Security guidance for Azure Cosmos DB for Table
Diagram of the sequence of the deployment guide including these locations, in order: Overview, Concepts, Prepare, Role-based access control, Network, and Reference. The 'Overview' location is currently highlighted.
When working with Azure Cosmos DB for Table, it's important to ensure that authorized users and applications have access to data while preventing unintentional or unauthorized access.
While using keys and resource owner password credentials might seem like a convenient option, it isn't recommended due to several reasons. Firstly, these methods lack the robustness and flexibility provided by Microsoft Entra authentication. Microsoft Entra offers enhanced security features such as multifactor authentication and conditional access policies, which greatly reduce the risk of unauthorized access.
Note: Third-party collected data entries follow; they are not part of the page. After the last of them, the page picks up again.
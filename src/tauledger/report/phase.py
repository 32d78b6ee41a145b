"""The phase budget at unity gain as text: what each pole and zero uses, paper beside it, and f_u and margin by hand."""

from __future__ import annotations

from tauledger.record import PhaseBudget, Review
from tauledger.report.layout import Block, Prose, Row, Section, Table
from tauledger.report.tables.phase import budget_cells, step_cells, step_reasons, workings
from tauledger.report.wording import number


def phase_used(review: Review) -> Section:
    """Give the degrees that poles and zeros use at f_u, exact and by hand, and how far f_u by hand is off."""
    budget = review.phase_budget
    if budget is None:
        return Section(())
    head = (f"PHASE USED UP at {number(budget.at_hz, 'Hz', 4)}", "exact", "used", "by hand", "off", "by hand")
    rows = tuple(Row(cells) for cells in budget_cells(budget))
    blocks: list[Block] = [Table("lrrrrr", head, rows)]
    blocks += [Prose(f"{name}: {text}", lead="  ", hang=4) for name, text in workings(review)]
    blocks += _by_hand(budget)
    return Section(tuple(blocks), major=True)


def _by_hand(budget: PhaseBudget) -> list[Block]:
    if not budget.by_hand:
        return []
    head = ("UNITY GAIN BY HAND", "by hand", "exact", "off")
    rows = tuple(Row(step_cells(step)) for step in budget.by_hand)
    said = [Prose(f"{step.figure}: {why}", lead="  ", hang=4) for step, why in step_reasons(budget)]
    return [Table("lrrr", head, rows), *said]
By using Microsoft Entra, you can significantly enhance the security posture of your applications and protect sensitive data from potential threats.
Manage access
Role-based access control using Microsoft Entra gives you the ability to manage which users, devices, or workloads can access your data and to what extent they can access that data. Using fine-grained permissions in a role definition gives you the flexibility to enforce the security principal of "least privilege" while keeping data access simple and streamlined for development.
Grant access in production
In production applications, Microsoft Entra offers many identity types including, but not limited to:
- Workload identities for specific application workloads
- System-assigned managed identities native to an Azure service
- User-assigned managed identities that can be flexibly reused between multiple Azure services
- Service principals for custom and more sophisticated scenarios
- Device identities for edge workloads
With these identities, you can grant specific production applications or workloads fine-grained access to query, read, or manipulate resources in Azure Cosmos DB.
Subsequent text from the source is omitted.